# [WORK ORDER]
Every line of the entries with the word "dataclass" in it should be shown.

# [DATASET EXCERPTS]

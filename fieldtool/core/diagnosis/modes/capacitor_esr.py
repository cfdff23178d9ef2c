"""A capacitor with high ESR.

Equivalent series resistance raised to the severity; grid 0.5×, 5× and 50× one capacitor's
switching impedance 1/(f·C).
"""

from __future__ import annotations

from fieldtool.core.circuit.netlist import Circuit, Params
from fieldtool.core.circuit.spec import Profile
from fieldtool.core.diagnosis.modes.base import (
    FaultMode,
    capacitor_index,
    switching_ohms,
)


class CapacitorEsr(FaultMode):
    """A capacitor with high ESR."""

    name = "esr"
    applies_to = "capacitor"
    unit = "ohms"
    words = "high ESR"

    def grid(self, profile: Profile) -> tuple[float, ...]:
        """0.5×, 5× and 50× the switching impedance 1/(f·C)."""
        return tuple(switching_ohms(profile) * k for k in (0.5, 5.0, 50.0))

    def apply(
        self,
        circuit: Circuit,
        params: Params,
        target: str,
        severity: float | None,
        profile: Profile,
    ) -> None:
        """The equivalent series resistance set to ``severity`` ohms."""
        params.c_esr[:, capacitor_index(circuit, target)] = severity
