def _gauss(y: float, mu: np.ndarray, sd: np.ndarray) -> tuple[np.ndarray, np.ndarray]:
    z2 = ((y - mu) / sd) ** 2
    return -0.5 * z2 - np.log(sd) - 0.5 * LOG_2PI, z2


_ERFC = np.frompyfunc(math.erfc, 1, 1)


def _norm_sf(x: np.ndarray) -> np.ndarray:
    """P(Z > x) for a standard normal Z."""
    return 0.5 * _ERFC(np.asarray(x, dtype=float) / math.sqrt(2.0)).astype(float)


def _total_sd(d: FaultDictionary, ch: Channel, value: float | np.ndarray) -> np.ndarray:
    return np.sqrt(ch.sigma**2 + accuracy_sigma(d.profile, ch.quantity.name, value) ** 2)


def _label(d: FaultDictionary, m: Measurement) -> str:
    q = m.quantity
    if q == DC:
        return m.at
    if q == DC_LOADED:
        return f"{m.at} under {_ohms(m.condition('test_load_ohms'))}"
    if q == DIODE_TEST:
        return f"{m.at} diode test"
    if q == CURRENT:
        return f"{m.at} current"
    return f"{m.at} {'ripple' if q == RIPPLE_PP else 'AC'}"


def _ohms(ohms: float) -> str:
    for scale, prefix in ((1e6, "M"), (1e3, "k"), (1.0, "")):
        if ohms >= scale:
            return f"{ohms / scale:.3g} {prefix}Ω"
    return f"{ohms:.3g} Ω"


def _terms(d: FaultDictionary, readings: Sequence[Measurement]):
    """Each usable reading as a likelihood term; the channels read; what was left out."""
    chans: dict[tuple, tuple[Channel, Measurement]] = {}
    ignored: list[str] = []
    wrong: list[tuple[str, str]] = []  # (place, note) of readings this board could not show
    for r in readings:
        if r.at is None:
            raise InputError(f"a {r.quantity.words} reading has no place; say where it was taken")
        if r.quantity.taken_at == "node" and r.at not in d.nodes:
            raise InputError(f"node {r.at!r} is not on {d.profile.name} ({', '.join(d.nodes)})")
        try:
            ch = d.channel(r.at, r.quantity.name, r.conditions)
        except InputError as exc:
            ignored.append(f"{r.at}: {exc.message}")
            continue
        if ch.key in chans:
            raise InputError(
                f"{_label(d, r)}: {r.quantity.words} read twice; keep one reading of each"
            )
        chans[ch.key] = (ch, r)
        problem = reading_problem(d.profile, r)
        if problem:  # left out: it would only overflow the likelihood
            wrong.append((r.at, f"{problem}; left out"))
            ignored.append(wrong[-1][1])
            del chans[ch.key]
    dc_at = {
        key[0]: m.value
        for key, (_, m) in chans.items()
        if key[1] == DC.name and m.value is not None
    }
    terms: list[_Term] = []
    unexplained: list[str] = []
    for ch, r in chans.values():
        term = _term(d, ch, r, dc_at, ignored, unexplained)
        if term is not None:
            terms.append(term)
    return terms, [key for key in chans], ignored, wrong, unexplained
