"""Where the fleet store is: ``--store``, else ``$FIELDTOOL_STORE``, else none (files only).

A store is named by a libpq connection string (``host=fleet.example dbname=fieldtool``), a
``postgresql://`` URL, a libpq service (``service=fleet``), or the path of a small settings
file ending in ``.toml`` that holds ``url = "..."``. Passwords belong in libpq's password file
(``~/.pgpass``), its service file or its environment variables, never here: a settings file
whose address holds a password is refused, and every address this tool shows has its
password replaced by ``***``.
"""

from __future__ import annotations

import re
import tomllib
from collections.abc import Mapping
from dataclasses import dataclass
from pathlib import Path

from fieldtool.store.errors import StoreSettingsError

ENV_VAR = "FIELDTOOL_STORE"
INSTALL_HINT = "pip install 'fieldtool[store]'"

_URL = re.compile(r"postgres(?:ql)?://", re.IGNORECASE)
_URL_USERINFO = re.compile(r"(postgres(?:ql)?://[^:@/?#\s]*):[^@/?#\s]*@", re.IGNORECASE)
_URL_QUERY = re.compile(r"([?&]password=)[^&#\s]*", re.IGNORECASE)
_KEYWORD = re.compile(r"(\bpassword\s*=\s*)('(?:\\.|[^'\\])*'?|\S*)")


def redact(text: str) -> str:
    """``text`` with every password in a URL or connection string replaced by ``***``."""
    if _URL.search(text):
        text = _URL_USERINFO.sub(r"\1:***@", text)
        return _URL_QUERY.sub(r"\1***", text)
    return _KEYWORD.sub(r"\1***", text)


@dataclass(frozen=True)
class StoreAddress:
    """A store's address as given, and where it came from; it never prints its password."""

    conninfo: str  # handed to libpq as it is; may hold a password: show ``shown`` instead
    origin: str  # "--store", "$FIELDTOOL_STORE" or the settings file's path

    @property
    def shown(self) -> str:
        """The address with any password replaced by ``***``."""
        return redact(self.conninfo)

    def __repr__(self) -> str:
        return f"StoreAddress({self.shown!r}, from {self.origin})"


def resolve_store(option: str | None, env: Mapping[str, str]) -> StoreAddress | None:
    """The store to use: ``--store``, else ``$FIELDTOOL_STORE``, else None (files only)."""
    if option is not None and not option.strip():
        raise StoreSettingsError("--store is empty; give a postgresql:// URL or host=H dbname=D")
    value, origin = (option, "--store") if option else (env.get(ENV_VAR, ""), f"${ENV_VAR}")
    value = value.strip()
    if not value:
        return None
    if value.endswith(".toml"):
        return StoreAddress(_read_settings_file(Path(value)), str(value))
    _check(value, origin, settings_file=False)
    return StoreAddress(value, origin)


def _read_settings_file(path: Path) -> str:
    """The ``url`` of a store settings file, refused if it holds a password."""
    try:
        data = tomllib.loads(path.read_text(encoding="utf-8"))
    except OSError as exc:
        raise StoreSettingsError(f"cannot read store settings {path}: {exc.strerror}") from None
    except (tomllib.TOMLDecodeError, UnicodeDecodeError) as exc:
        raise StoreSettingsError(f"store settings {path} is not valid TOML: {exc}") from None
    unknown = sorted(set(data) - {"url"})
    if unknown:
        raise StoreSettingsError(
            f'store settings {path}: unknown key {unknown[0]!r}; the file holds only url = "..."'
        )
    url = data.get("url")
    if not isinstance(url, str) or not url.strip():
        raise StoreSettingsError(
            f'store settings {path}: no url; write url = "postgresql://user@host/dbname"'
        )
    _check(url.strip(), str(path), settings_file=True)
    return url.strip()


def _check(conninfo: str, origin: str, *, settings_file: bool) -> None:
    """Refuse an address libpq cannot read, and a password in a saved settings file."""
    try:
        from psycopg import ProgrammingError
        from psycopg import conninfo as libpq
    except ModuleNotFoundError:
        # Without the driver nothing connects; connecting says what to install.
        fields = {"password": "?"} if redact(conninfo) != conninfo else {}
    else:
        try:
            fields = libpq.conninfo_to_dict(conninfo)
        except ProgrammingError as exc:  # libpq could not parse it
            reason = redact(str(exc).strip().splitlines()[0] if str(exc).strip() else "")
            raise StoreSettingsError(
                f"{origin}: {redact(conninfo)!r} is not a postgresql:// URL or libpq connection "
                f"string ({reason})"
            ) from None
    if settings_file and fields.get("password"):
        raise StoreSettingsError(
            f"store settings {origin} hold a password; remove it and put it in ~/.pgpass "
            "(libpq's password file, mode 0600) or use a libpq service file"
        )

# [YOUR RESPONSE]
from dataclasses import dataclass
@dataclass(frozen=True)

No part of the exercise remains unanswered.